In a significant strategic shift, Soleno Therapeutics has formally withdrawn its marketing authorization application for VIOKAT in Europe, according to a securities filing submitted on Tuesday. This decision comes just one day after the company announced it had entered into a definitive agreement to be acquired by Neurocrine Biosciences in a transaction valued at approximately $2.9 billion.
Acquisition Details and Strategic Rationale
Neurocrine Biosciences has agreed to acquire Soleno for $53 per share in cash, representing a substantial premium of 34% over Soleno's closing price on April 2 and 51% above its average trading price over the preceding month. The acquisition, which both companies anticipate closing within approximately 90 days subject to customary conditions including shareholder approval and antitrust clearance, will be financed through Neurocrine's existing cash reserves and a modest amount of prepayable debt. The agreement includes a termination clause if the transaction is not completed by October 5.
The withdrawal of the European application halts a regulatory review process that Soleno had previously projected could conclude by mid-2026. In its filing, Soleno cited "business and strategic considerations" for the decision, leaving open the possibility of a future resubmission while cautioning that such a move is not guaranteed. This represents a notable reversal from the company's position in February, when CEO Anish Bhatnagar informed investors of plans to pursue international approvals, beginning with the European Union.
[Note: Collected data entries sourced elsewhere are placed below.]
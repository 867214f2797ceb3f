//! `ribbonmap coverage` end to end: JSON contract, the cache (second run
//! from cache, `--no-cache` recomputes), side-by-side formats.

use assert_cmd::Command;

fn coverage(cache: &std::path::Path, args: &[&str]) -> serde_json::Value {
    let out = Command::cargo_bin("ribbonmap")
        .unwrap()
        .env("RIBBONMAP_CACHE_DIR", cache)
        .arg("coverage")
        .args(args)
        .assert()
        .success();
    serde_json::from_slice(&out.get_output().stdout).unwrap()
}

#[test]
fn three_input_coverage_is_cached_and_consistent() {
    let dir = tempfile::tempdir().unwrap();
    let args = [
        "--lib",
        "ribbon3",
        "--lib",
        "nand-nor-inv",
        "--inputs",
        "3",
        "--format",
        "json",
    ];
    let first = coverage(dir.path(), &args);
    let libs = first["libraries"].as_array().unwrap();
    assert_eq!(libs.len(), 2);
    for lib in libs {
        assert_eq!(lib["inputs"], 3);
        assert_eq!(lib["functions"], 256);
        let total: u64 = lib["histogram"]
            .as_object()
            .unwrap()
            .values()
            .map(|v| v.as_u64().unwrap())
            .sum();
        // Every one of the 2^8 functions is counted once (integer arithmetic).
        assert_eq!(total, 256);
        // Constants and the three literals cost nothing.
        assert_eq!(lib["histogram"]["0"], 5);
        assert_eq!(lib["cached"], false);
    }
    // By hand: ribbon3 realises in one cell the 3 inverted literals, its six
    // two-input cells on 3 input pairs (18) and its eight symmetric
    // three-input cells (8): 29; nand-nor-inv 3 inverters + 3 NAND2 + 3 NOR2
    // = 9. The whole histogram is checked against the enumeration below.
    assert_eq!(libs[0]["one_cell"], 29);
    assert_eq!(libs[1]["one_cell"], 9);
    let ribbon3 = enumerated_histogram(&RIBBON3, 3);
    assert_eq!(ribbon3, [5, 29, 156, 66]);
    for (cost, &n) in ribbon3.iter().enumerate() {
        assert_eq!(
            libs[0]["histogram"][cost.to_string()],
            n,
            "ribbon3 cost {cost}"
        );
    }
    // nand-nor-inv needs up to 8 cells; the enumeration checks costs 0-3.
    let nand_nor = enumerated_histogram(&NAND_NOR_INV, 3);
    for (cost, &n) in nand_nor.iter().enumerate() {
        assert_eq!(
            libs[1]["histogram"][cost.to_string()],
            n,
            "nand-nor-inv cost {cost}"
        );
    }
    let second = coverage(dir.path(), &args);
    for (a, b) in first["libraries"]
        .as_array()
        .unwrap()
        .iter()
        .zip(second["libraries"].as_array().unwrap())
    {
        assert_eq!(a["histogram"], b["histogram"]);
        assert_eq!(b["cached"], true);
    }
    let mut again = args.to_vec();
    again.push("--no-cache");
    let third = coverage(dir.path(), &again);
    assert_eq!(third["libraries"][0]["cached"], false);
    assert_eq!(
        third["libraries"][0]["histogram"],
        first["libraries"][0]["histogram"]
    );
}

#[test]
fn text_markdown_csv_side_by_side() {
    let dir = tempfile::tempdir().unwrap();
    for format in ["text", "markdown", "csv", "latex"] {
        let out = Command::cargo_bin("ribbonmap")
            .unwrap()
            .env("RIBBONMAP_CACHE_DIR", dir.path())
            .args([
                "coverage",
                "--lib",
                "ribbon3",
                "--lib",
                "ribbon3-nomaj",
                "--inputs",
                "3",
            ])
            .args(["--format", format])
            .assert()
            .success();
        let text = String::from_utf8(out.get_output().stdout.clone()).unwrap();
        assert!(text.contains("ribbon3-nomaj"), "{format}: {text}");
        assert!(text.contains("one cell"), "{format}: {text}");
    }
}

#[test]
fn bad_inputs_exit_2() {
    let dir = tempfile::tempdir().unwrap();
    Command::cargo_bin("ribbonmap")
        .unwrap()
        .env("RIBBONMAP_CACHE_DIR", dir.path())
        .args(["coverage", "--inputs", "7"])
        .assert()
        .code(2);
}

/// A symmetric cell: its arity and its function of packed truth tables.
type Cell = (usize, fn(&[u8]) -> u8);

/// ribbon3's cells (libraries/ribbon3.json), listed by hand; buf omitted
/// (it never lowers a cost).
const RIBBON3: [Cell; 15] = [
    (1, |x| !x[0]),
    (2, |x| x[0] & x[1]),
    (2, |x| !(x[0] & x[1])),
    (2, |x| x[0] | x[1]),
    (2, |x| !(x[0] | x[1])),
    (2, |x| x[0] ^ x[1]),
    (2, |x| !(x[0] ^ x[1])),
    (3, |x| x[0] & x[1] & x[2]),
    (3, |x| !(x[0] & x[1] & x[2])),
    (3, |x| x[0] | x[1] | x[2]),
    (3, |x| !(x[0] | x[1] | x[2])),
    (3, |x| (x[0] & x[1]) | (x[0] & x[2]) | (x[1] & x[2])),
    (3, |x| !((x[0] & x[1]) | (x[0] & x[2]) | (x[1] & x[2]))),
    (3, |x| x[0] ^ x[1] ^ x[2]),
    (3, |x| !(x[0] ^ x[1] ^ x[2])),
];

/// nand-nor-inv's cells, listed by hand.
const NAND_NOR_INV: [Cell; 3] = [
    (1, |x| !x[0]),
    (2, |x| !(x[0] & x[1])),
    (2, |x| !(x[0] | x[1])),
];

/// How many three-input functions need 0, 1, ..., `limit` cells, by
/// breadth-first enumeration of sets of distinct cell outputs (written for
/// this test, sharing nothing with the crate's SAT-based search).
fn enumerated_histogram(cells: &[Cell], limit: usize) -> Vec<u64> {
    const INPUTS: [u8; 3] = [0xAA, 0xCC, 0xF0];
    let mut cost = [usize::MAX; 256];
    for f in [0x00, 0xFF].into_iter().chain(INPUTS) {
        cost[usize::from(f)] = 0;
    }
    let mut layer: Vec<Vec<u8>> = vec![Vec::new()];
    for k in 1..=limit {
        let mut next = std::collections::BTreeSet::new();
        for made in &layer {
            let signals: Vec<u8> = INPUTS.iter().chain(made).copied().collect();
            let n = signals.len();
            let mut outs = Vec::new();
            for &(arity, f) in cells {
                // Every set of `arity` distinct signals (the cells are
                // symmetric).
                for i in 0..n {
                    if arity == 1 {
                        outs.push(f(&[signals[i]]));
                        continue;
                    }
                    for j in i + 1..n {
                        if arity == 2 {
                            outs.push(f(&[signals[i], signals[j]]));
                            continue;
                        }
                        for l in j + 1..n {
                            outs.push(f(&[signals[i], signals[j], signals[l]]));
                        }
                    }
                }
            }
            for g in outs {
                let slot = &mut cost[usize::from(g)];
                *slot = (*slot).min(k);
                if k < limit && !signals.contains(&g) && g != 0 && g != 0xFF {
                    let mut state = made.clone();
                    state.push(g);
                    state.sort_unstable();
                    next.insert(state);
                }
            }
        }
        layer = next.into_iter().collect();
    }
    (0..=limit)
        .map(|k| cost.iter().filter(|&&c| c == k).count() as u64)
        .collect()
}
Focus on Vykat XR and U.S. Market
At the center of this transaction is Vykat XR (known as VIOKAT in Europe), Soleno's first and only marketed product. The drug received U.S. Food and Drug Administration approval in March 2025 as the first therapy specifically targeting hyperphagia—the persistent, insatiable hunger associated with Prader-Willi syndrome. This condition affects an estimated 10,000 diagnosed patients in the United States and can lead to dangerous obesity, diabetes, and related health complications.
Vykat XR generated $190.4 million in net sales during 2025, with $91.7 million of that total coming in the fourth quarter alone. Neurocrine CEO Kyle Gano has characterized the drug as "a potential blockbuster in the making," and the acquisition is seen as strengthening Neurocrine's rare-disease portfolio, which already includes Ingrezza and Crenessity.
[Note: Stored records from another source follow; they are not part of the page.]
//! Coverage tables against outside references: circuitdb 2.0.0 gate counts
//! (tests/data/reference/exact/min-gates-3input.json) and Knuth's table of
//! four-input function costs (TAOCP Vol. 4A, 7.1.2, from memory via
//! PROVENANCE.md).

use ribbonmap::exact::{coverage, CoverageOptions, GateSpec};
use std::collections::BTreeMap;

fn all_two_input_gates() -> Vec<GateSpec> {
    (0..16u64)
        .map(|t| GateSpec::new(format!("f{t:X}"), 2, t, 1.0))
        .collect()
}

#[test]
fn three_input_coverage_matches_circuitdb_histogram() {
    // Source: circuitdb 2.0.0 (PyPI, MIT), min-gates-3input.json via
    // PROVENANCE.md, basis "every" (all two-input functions plus NOT).
    let text = std::fs::read_to_string(concat!(
        env!("CARGO_MANIFEST_DIR"),
        "/tests/data/reference/exact/min-gates-3input.json"
    ))
    .unwrap();
    let data: serde_json::Value = serde_json::from_str(&text).unwrap();
    let counts = data["min_gates"]["every"].as_array().unwrap();
    let mut expected: BTreeMap<usize, u64> = BTreeMap::new();
    for count in &counts[1..255] {
        *expected
            .entry(count.as_u64().unwrap() as usize)
            .or_insert(0) += 1;
    }
    // Constants cost 0 here; the dataset's constant entries are left out.
    *expected.entry(0).or_insert(0) += 2;
    let mut gates = all_two_input_gates();
    gates.push(GateSpec::new("not", 1, 0b01, 1.0));
    let table = coverage(
        "every",
        &gates,
        &CoverageOptions {
            inputs: 3,
            use_cache: false,
            ..CoverageOptions::default()
        },
    )
    .unwrap();
    assert_eq!(table.functions, 256);
    assert_eq!(table.unsolved, 0);
    assert_eq!(table.unproven, 0);
    assert_eq!(table.histogram, expected);
    assert_eq!(table.one_cell, expected[&1]);
    // 14 NPN classes of three inputs (OEIS A000370 via PROVENANCE.md).
    assert_eq!(table.npn_classes.len(), 14);
}

#[test]
#[cfg_attr(
    debug_assertions,
    ignore = "heavy: 222 four-input classes by SAT; runs in release builds (cargo test --release)"
)]
fn four_input_costs_over_the_full_binary_basis_match_knuth() {
    // Knuth, TAOCP Vol. 4A, section 7.1.2 (from memory, via PROVENANCE.md):
    // minimum two-input gate counts of all 65536 four-input functions with
    // complements free.
    let table = coverage(
        "all-two-input",
        &all_two_input_gates(),
        &CoverageOptions {
            inputs: 4,
            free_complements: true,
            use_cache: false,
            ..CoverageOptions::default()
        },
    )
    .unwrap();
    let expected: BTreeMap<usize, u64> = [
        (0, 10),
        (1, 60),
        (2, 456),
        (3, 2474),
        (4, 10624),
        (5, 24184),
        (6, 25008),
        (7, 2720),
    ]
    .into_iter()
    .collect();
    assert_eq!(table.classes.len(), 222);
    assert_eq!(table.unproven, 0);
    assert_eq!(table.histogram, expected);
    eprintln!("knuth table: {:.1} s", table.seconds);
}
Market Reaction and Analyst Commentary
Soleno's shares surged nearly 33% following the announcement of the acquisition deal. Analyst commentary has been broadly positive, with RBC's Brian Abrahams describing the transaction as "a third leg to the story" for Neurocrine. Cantor Fitzgerald analyst Josh Schimmer has projected that annual sales for Vykat XR could exceed $1 billion by 2029, highlighting the drug's significant commercial potential.
Bhatnagar has expressed confidence in the strategic fit, calling Neurocrine "the right strategic partner" for expanding access to Vykat XR. However, the withdrawal of the European application narrows one immediate avenue for geographic expansion. Neurocrine has stated it currently has no plans for a European launch, instead focusing commercial efforts on the U.S. market.
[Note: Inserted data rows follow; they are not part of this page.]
//! The readers and writers against the reference netlists in
//! tests/data/reference/netlists (sources in tests/data/reference/PROVENANCE.md):
//! every file parses with the published port counts, the ISCAS-85 pairs
//! cNNN / cNNNg simulate identically, the ariths-gen adders and multipliers
//! compute integer sums and products, and every file survives
//! write-then-read in BLIF and Verilog.

use ribbonmap::io::{
    read_netlist, read_netlist_str, write_blif, write_verilog, NetlistFormat, ReadOptions,
};
use ribbonmap::network::{Network, SplitMix64};
use std::collections::HashMap;
use std::path::{Path, PathBuf};

const REF: &str = "tests/data/reference/netlists";

fn read(rel: &str) -> Network {
    let path = Path::new(REF).join(rel);
    let opts = ReadOptions {
        storage_cells: vec!["ff:D:Q:CK".parse().unwrap()],
        ..Default::default()
    };
    read_netlist(&path, &opts).unwrap_or_else(|e| panic!("{e}"))
}

fn all_reference_files() -> Vec<PathBuf> {
    let mut files = Vec::new();
    for dir in ["iscas85", "iscas89", "epfl", "arith"] {
        for entry in std::fs::read_dir(Path::new(REF).join(dir)).unwrap() {
            let p = entry.unwrap().path();
            if NetlistFormat::from_path(&p).is_some() {
                files.push(p);
            }
        }
    }
    files.sort();
    files
}

/// Simulates `words` blocks of 64 random patterns, each combinational input
/// getting the word of its name (so two networks with the same input names
/// see the same patterns); returns the output words by output name.
fn simulate_by_name(net: &Network, seed: u64, words: usize) -> HashMap<String, Vec<u64>> {
    let mut result: HashMap<String, Vec<u64>> = HashMap::new();
    let names = net.combinational_input_names();
    for block in 0..words {
        let ci: Vec<u64> = names
            .iter()
            .map(|n| {
                let mut h = seed ^ (block as u64).wrapping_mul(0x9E37_79B9_7F4A_7C15);
                for b in n.bytes() {
                    h = (h ^ b as u64).wrapping_mul(0x100_0000_01B3);
                }
                SplitMix64::new(h).next()
            })
            .collect();
        let out = net.simulate_outputs(&ci);
        let all_names = net
            .outputs()
            .keys()
            .cloned()
            .chain(net.storage().keys().map(|s| format!("{s}/next")));
        for (name, w) in all_names.zip(out) {
            result.entry(name).or_default().push(w);
        }
    }
    result
}

fn port_counts(rel: &str) -> (usize, usize) {
    let n = read(rel);
    (n.inputs().len(), n.outputs().len())
}

#[test]
fn iscas85_port_counts_match_published_table() {
    // Port counts: Hansen, Yalcin and Hayes, "Unveiling the ISCAS-85
    // benchmarks", IEEE Design & Test 1999, via PROVENANCE.md.
    let table = [
        ("c17", 5, 2),
        ("c432", 36, 7),
        ("c499", 41, 32),
        ("c880", 60, 26),
        ("c1355", 41, 32),
        ("c1908", 33, 25),
        ("c2670", 233, 140),
        ("c3540", 50, 22),
        ("c5315", 178, 123),
        ("c6288", 32, 32),
        ("c7552", 207, 108),
    ];
    for (name, inputs, outputs) in table {
        for file in [format!("iscas85/{name}.v"), format!("iscas85/{name}g.v")] {
            assert_eq!(port_counts(&file), (inputs, outputs), "{file}");
        }
    }
}

#[test]
fn epfl_port_counts_match_provenance() {
    // EPFL suite (Amaru, Gaillardon and De Micheli, IWLS 2015) port counts
    // from PROVENANCE.md.
    for (name, inputs, outputs) in [
        ("adder", 256, 129),
        ("bar", 135, 128),
        ("max", 512, 130),
        ("dec", 8, 256),
    ] {
        assert_eq!(
            port_counts(&format!("epfl/{name}.v")),
            (inputs, outputs),
            "{name}"
        );
    }
}

#[test]
fn s27_reads_with_named_flip_flops() {
    // ISCAS-89 s27 (Brglez, Bryan and Kozminski 1989, via PROVENANCE.md):
    // three instances of the undefined cell 'ff' with pins CK, D, Q; inputs
    // clk, G0..G3 in the file's header and one output G17.
    let n = read("iscas89/s27.v");
    assert_eq!(n.storage().len(), 3);
    assert_eq!(n.inputs().len(), 5);
    assert_eq!(n.outputs().len(), 1);
    for s in n.storage().values() {
        assert_eq!(s.clock.as_deref(), Some("clk"));
    }
    let mut names: Vec<&str> = n.storage().keys().map(String::as_str).collect();
    names.sort();
    assert_eq!(names, ["G5", "G6", "G7"]);
}

#[test]
fn every_reference_netlist_parses() {
    let files = all_reference_files();
    assert!(files.len() >= 38, "found {} files", files.len());
    for f in files {
        let rel = f.strip_prefix(REF).unwrap().to_str().unwrap().to_string();
        let n = read(&rel);
        assert!(n.gate_count() > 0, "{rel}");
        assert!(!n.outputs().is_empty(), "{rel}");
    }
}

#[test]
fn iscas85_pairs_simulate_identically() {
    // PROVENANCE.md: each cNNN.v / cNNNg.v pair is functionally equivalent
    // with ports matched by name. 157 words = 10,048 random patterns.
    for name in [
        "c17", "c432", "c499", "c880", "c1355", "c1908", "c2670", "c3540", "c5315", "c6288",
        "c7552",
    ] {
        let a = read(&format!("iscas85/{name}.v"));
        let b = read(&format!("iscas85/{name}g.v"));
        let mut ia: Vec<&String> = a.inputs().keys().collect();
        let mut ib: Vec<&String> = b.inputs().keys().collect();
        ia.sort();
        ib.sort();
        assert_eq!(ia, ib, "{name}: input names differ");
        let sa = simulate_by_name(&a, 7, 157);
        let sb = simulate_by_name(&b, 7, 157);
        assert_eq!(sa.len(), sb.len(), "{name}");
        for (out, wa) in &sa {
            assert_eq!(Some(wa), sb.get(out), "{name}: output {out} differs");
        }
    }
}

/// Reads the operand bits a[i], b[i] of one pattern and checks that the
/// output bus (LSB first, declaration order) equals `op(a, b)`.
fn check_arith(rel: &str, op: fn(u128, u128) -> u128) {
    let net = read(rel);
    let width = net.inputs().keys().filter(|n| n.starts_with("a[")).count();
    assert_eq!(net.inputs().len(), 2 * width, "{rel}");
    let out_bits = net.outputs().len();
    let mut rng = SplitMix64::new(0xA11CE);
    for _ in 0..16 {
        let ci: Vec<u64> = (0..net.inputs().len()).map(|_| rng.next()).collect();
        let out = net.simulate_outputs(&ci);
        for p in 0..64 {
            let operand = |prefix: &str| -> u128 {
                let mut v = 0u128;
                for (k, name) in net.inputs().keys().enumerate() {
                    if let Some(idx) = name.strip_prefix(prefix).and_then(|s| s.strip_suffix(']')) {
                        let i: u32 = idx.parse().unwrap();
                        v |= ((ci[k] >> p & 1) as u128) << i;
                    }
                }
                v
            };
            let (a, b) = (operand("a["), operand("b["));
            let mut got = 0u128;
            for (i, w) in out.iter().enumerate() {
                got |= ((w >> p & 1) as u128) << i;
            }
            let mask = (1u128 << out_bits) - 1;
            assert_eq!(got, op(a, b) & mask, "{rel}: a={a} b={b}");
        }
    }
}

#[test]
fn ariths_gen_adders_add() {
    // ariths-gen 1.1.4 adders (via PROVENANCE.md): output bus = a + b.
    for rel in [
        "arith/rca8_flat.blif",
        "arith/rca8_hier.blif",
        "arith/rca8_flat.v",
        "arith/ks16_flat.blif",
        "arith/cla16_flat.v",
    ] {
        check_arith(rel, |a, b| a + b);
    }
}

#[test]
fn ariths_gen_multipliers_multiply() {
    // ariths-gen 1.1.4 multipliers (via PROVENANCE.md): output bus = a * b.
    for rel in ["arith/arrmul8_flat.blif", "arith/dadda8_hier.blif"] {
        check_arith(rel, |a, b| a * b);
    }
}

fn assert_same_function(a: &Network, b: &Network, what: &str) {
    let na: Vec<&String> = a.inputs().keys().collect();
    let nb: Vec<&String> = b
        .inputs()
        .keys()
        .filter(|n| a.inputs().contains_key(*n))
        .collect();
    assert_eq!(na, nb, "{what}: inputs");
    let oa: Vec<&String> = a.outputs().keys().collect();
    let ob: Vec<&String> = b.outputs().keys().collect();
    assert_eq!(oa, ob, "{what}: outputs");
    assert_eq!(a.storage().len(), b.storage().len(), "{what}: storage");
    assert_eq!(
        simulate_by_name(a, 3, 16),
        simulate_by_name(b, 3, 16),
        "{what}"
    );
}

#[test]
fn every_reference_netlist_round_trips_through_both_writers() {
    for f in all_reference_files() {
        let rel = f.strip_prefix(REF).unwrap().to_str().unwrap().to_string();
        let net = read(&rel);
        let blif = write_blif(&net);
        let back = read_netlist_str(
            &blif,
            "rt.blif",
            NetlistFormat::Blif,
            &ReadOptions::default(),
        )
        .unwrap_or_else(|e| panic!("{rel} via BLIF: {e}"));
        assert_same_function(&net, &back, &format!("{rel} via BLIF"));
        let v = write_verilog(&net);
        let back = read_netlist_str(&v, "rt.v", NetlistFormat::Verilog, &ReadOptions::default())
            .unwrap_or_else(|e| panic!("{rel} via Verilog: {e}"));
        assert_same_function(&net, &back, &format!("{rel} via Verilog"));
        // A second round trip neither grows the network nor touches its
        // ports: the same number of lines (gates) and the same port lists
        // (the gate order may change: structural hashing renumbers nodes).
        let again = read_netlist_str(
            &blif,
            "rt.blif",
            NetlistFormat::Blif,
            &ReadOptions::default(),
        )
        .unwrap();
        let blif2 = write_blif(&again);
        assert_eq!(
            blif2.lines().count(),
            blif.lines().count(),
            "{rel}: BLIF grew"
        );
        let ports = |t: &str| -> Vec<String> {
            t.lines()
                .filter(|l| l.starts_with(".inputs") || l.starts_with(".outputs"))
                .map(str::to_string)
                .collect()
        };
        assert_eq!(ports(&blif2), ports(&blif), "{rel}: BLIF ports changed");
        let v2 = write_verilog(&back);
        assert_eq!(v2.lines().count(), v.lines().count(), "{rel}: Verilog grew");
        let head = |t: &str| t.split(';').next().unwrap_or_default().to_string();
        assert_eq!(head(&v2), head(&v), "{rel}: Verilog ports changed");
    }
}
European Regulatory Background
The European Medicines Agency had accepted Soleno's marketing authorization application for review in May of the previous year. The company had highlighted a potential patient population of approximately 9,500 individuals across the five largest EU countries and the prospect of up to a decade of market exclusivity for the rare-disease treatment upon regulatory approval. The now-halted review was anticipated to conclude around mid-2026.
The decision to withdraw the application eliminates what could have been a significant mid-2026 catalyst for the company. It also reflects a strategic prioritization by Neurocrine to concentrate resources on the established U.S. commercial opportunity rather than pursuing near-term regulatory efforts in Europe.
This development underscores the strategic recalibrations that often follow major pharmaceutical acquisitions, as acquiring companies reassess and integrate pipeline priorities. For Neurocrine, the immediate focus will be on completing the acquisition and maximizing the U.S. commercial potential of Vykat XR, while the European opportunity remains a longer-term strategic question.